From the entries, filter out every line that lacks "readonly" and copy the rest.

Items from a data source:
--- START ---
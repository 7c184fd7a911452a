import type { FieldContext } from '../symbols/field-choice.ts';
import { contextKindOf, tableCountOf } from './field-plan.ts';
import type { FieldSeries, Residuals } from './field-series.ts';
import { EXTRA_BITS, tokenCount } from './field-token.ts';
import { quantiseTables, weighTables } from './field-weights.ts';
import { Quantiser } from './quantise.ts';
import { COST_PER_BIT, tableCosts } from './table-cost.ts';

/** The records are parted into so many runs of equal length. */
const RUNS = 16;

/**
 * For each record 1 where it trains and 0 where it is priced: runs by turns, so that what lasts for
 * a while in the records, as a season or a kind of cargo, is on both sides.
 */
export function trainingRecords(recordCount: number): Uint8Array {
  const length = Math.max(1, Math.ceil(recordCount / RUNS));
  return Uint8Array.from({ length: recordCount }, (_, i) => 1 - (Math.floor(i / length) & 1));
}

/** Prices one way to code a part after another: tables of {@link trainingRecords} price the others. */
export class FieldPricer {
  readonly #series: FieldSeries;
  readonly #trains: Uint8Array;
  readonly #quantiser = new Quantiser();
  readonly #costs = tableCosts();

  constructor(series: FieldSeries, trains: Uint8Array) {
    this.#series = series;
    this.#trains = trains;
  }

  /**
   * Cost of the records that do not train, in 1/65536 bit.
   * @param first  tokens of a message's first record, one a record
   */
  cost(part: number, first: Uint8Array, residuals: Residuals, context: FieldContext): number {
    const { recordCount, ages, layout } = this.#series.columns;
    const { tokens, buckets } = residuals;
    const size = tokenCount(layout.widths[part]);
    const tables = tableCountOf(contextKindOf({ transform: 'raw', context }));
    const classes = this.#series.contextClasses(part, context);
    const own = context.kind === 'last';
    const counts = new Float64Array(2 * tables * size);
    const priced = tables * size;
    for (let i = 0; i < recordCount; i++) {
      let slot: number;
      if (ages[i] === 0) slot = first[i];
      else if (own) slot = tokens[i] + size * (ages[i] === 1 ? 1 : 2 + buckets[i - 1]);
      else slot = tokens[i] + size * (classes === undefined ? 1 : 1 + classes[i]);
      counts[this.#trains[i] === 1 ? slot : priced + slot]++;
    }
    return this.#price(counts, tables, size);
  }

  /** Cost of first records among those that do not train; with `everyRecord`, were each a message's first. */
  firstCost(part: number, first: Uint8Array, everyRecord: boolean): number {
    const { recordCount, ages, layout } = this.#series.columns;
    const size = tokenCount(layout.widths[part]);
    const counts = new Float64Array(2 * size);
    for (let i = 0; i < recordCount; i++)
      if (everyRecord || ages[i] === 0) counts[first[i] + (this.#trains[i] === 1 ? 0 : size)]++;
    return this.#price(counts, 1, size);
  }

  /** @param counts  of the records that train, then of the others */
  #price(counts: Float64Array, tables: number, size: number): number {
    const slots = tables * size;
    const weights = new Float64Array(slots);
    const frequencies = new Uint32Array(slots);
    weighTables(counts, weights, 0, tables, size);
    quantiseTables(this.#quantiser, weights, frequencies, 0, tables, size);
    let cost = 0;
    for (let slot = 0; slot < slots; slot++) {
      const times = counts[slots + slot];
      if (times === 0) continue;
      cost += times * (this.#costs[frequencies[slot]] + EXTRA_BITS[slot % size] * COST_PER_BIT);
    }
    return cost;
  }
}
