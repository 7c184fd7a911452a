import { newSymbolArray, type SymbolArray } from '../symbols/sequence.ts';

/** Symbols renumbered without gaps: the ranks of the distinct ones, so that tables are no larger than the data needs. */
export interface RankedSymbols {
  readonly symbols: SymbolArray;
  /** `rankOf[symbol]` is its rank; absent where `symbols` are ranks already. */
  readonly rankOf: Uint32Array | undefined;
  readonly distinct: number;
}

/** Largest symbol for which a look-up table is kept: 64 MiB of it. */
const LARGEST_LOOKED_UP = 2 ** 24;

/** Ranks of the symbols seen. Cost: O(n + largest symbol), or O(n log n) where symbols reach 2^24 and more. */
export function rankSymbols(symbols: SymbolArray): RankedSymbols {
  let largest = 0;
  for (let i = 0; i < symbols.length; i++) if (symbols[i] > largest) largest = symbols[i];
  if (largest >= LARGEST_LOOKED_UP) return rankBySorting(symbols);
  const rankOf = new Uint32Array(symbols.length === 0 ? 0 : largest + 1);
  for (let i = 0; i < symbols.length; i++) rankOf[symbols[i]] = 1;
  let distinct = 0;
  for (let s = 0; s < rankOf.length; s++) if (rankOf[s] === 1) rankOf[s] = distinct++;
  return { symbols, rankOf, distinct };
}

function rankBySorting(symbols: SymbolArray): RankedSymbols {
  const sorted = symbols.slice().sort();
  let distinct = 0;
  for (let i = 0; i < sorted.length; i++) {
    if (i === 0 || sorted[i] !== sorted[i - 1]) sorted[distinct++] = sorted[i];
  }
  const ranks = newSymbolArray(distinct, symbols.length);
  for (let i = 0; i < symbols.length; i++) {
    let low = 0;
    for (let high = distinct; high - low > 1; ) {
      const middle = (low + high) >>> 1;
      if (sorted[middle] <= symbols[i]) low = middle;
      else high = middle;
    }
    ranks[i] = low;
  }
  return { symbols: ranks, rankOf: undefined, distinct };
}

/** The ranks themselves, followed by `padding` zeros. */
export function copyOfRanks(ranked: RankedSymbols, padding: number): SymbolArray {
  const { symbols, rankOf, distinct } = ranked;
  const ranks = newSymbolArray(distinct, symbols.length + padding);
  if (rankOf === undefined) ranks.set(symbols);
  else for (let i = 0; i < symbols.length; i++) ranks[i] = rankOf[symbols[i]];
  return ranks;
}
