import { BitWriter } from '../bits/bit-writer.ts';
import { PrefixEncoder } from '../stages/prefix-encoder.ts';
import type { PrefixTable } from '../stages/prefix-table.ts';
import type { Encoder, Setup } from './contract.ts';
import { SymbolCounts } from './huffman-counts.ts';
import { HuffmanFit } from './huffman-tables.ts';
import { writeSymbolCount } from './message-frame.ts';
import { MessageLedger } from './message-ledger.ts';
import { MessagePieces, wholeMessages } from './message-pieces.ts';

/** One code for the whole unit; a `table` is sent in the first message that has symbols. */
export function streamEncoder(
  setup: Setup,
  words: PrefixEncoder,
  table: PrefixTable | undefined,
  maxBits: number,
): Encoder {
  const writer = new BitWriter();
  const ledger = new MessageLedger(setup.align);
  let unsent = table;
  const pieces = new MessagePieces({
    begin(symbolCount) {
      ledger.framingBits += writeSymbolCount(writer, setup, symbolCount);
      if (unsent !== undefined && symbolCount > 0) {
        ledger.tableBits += unsent.write(writer, setup.alphabetSize, maxBits);
        unsent = undefined;
      }
    },
    take(symbols, from, to) {
      const bits = words.encode(writer, symbols, from, to);
      ledger.writtenBits += bits;
      ledger.payloadBits += bits;
    },
    end() {
      ledger.close(writer);
    },
  });
  return {
    push: (chunk) => pieces.push(chunk),
    finish: () => {
      pieces.finish();
      return ledger.finish(writer);
    },
  };
}

/** Fits a code to each message and sends it there. */
export function messageEncoder(setup: Setup, maxBits: number): Encoder {
  const writer = new BitWriter();
  const ledger = new MessageLedger(setup.align);
  const counts = new SymbolCounts(setup.alphabetSize);
  const fit = new HuffmanFit(maxBits);
  const words = new PrefixEncoder(setup.alphabetSize);
  const pieces = wholeMessages((symbols, from, to) => {
    ledger.framingBits += writeSymbolCount(writer, setup, to - from);
    if (to > from) {
      counts.clear();
      counts.add(symbols, from, to);
      fit.fitSeen(counts);
      const { table } = fit;
      ledger.tableBits += table.write(writer, setup.alphabetSize, maxBits);
      words.setWords(table.symbols, table.lengths, table.count);
      const bits = words.encode(writer, symbols, from, to);
      ledger.writtenBits += bits;
      ledger.payloadBits += bits;
    }
    ledger.close(writer);
  });
  return {
    push: (chunk) => pieces.push(chunk),
    finish: () => {
      pieces.finish();
      return ledger.finish(writer);
    },
  };
}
--- END ---
WRITTEN SOLUTION:
  readonly #series: FieldSeries;
  readonly #trains: Uint8Array;
  readonly #quantiser = new Quantiser();
  readonly #costs = tableCosts();
  readonly symbols: SymbolArray;
  readonly rankOf: Uint32Array | undefined;
  readonly distinct: number;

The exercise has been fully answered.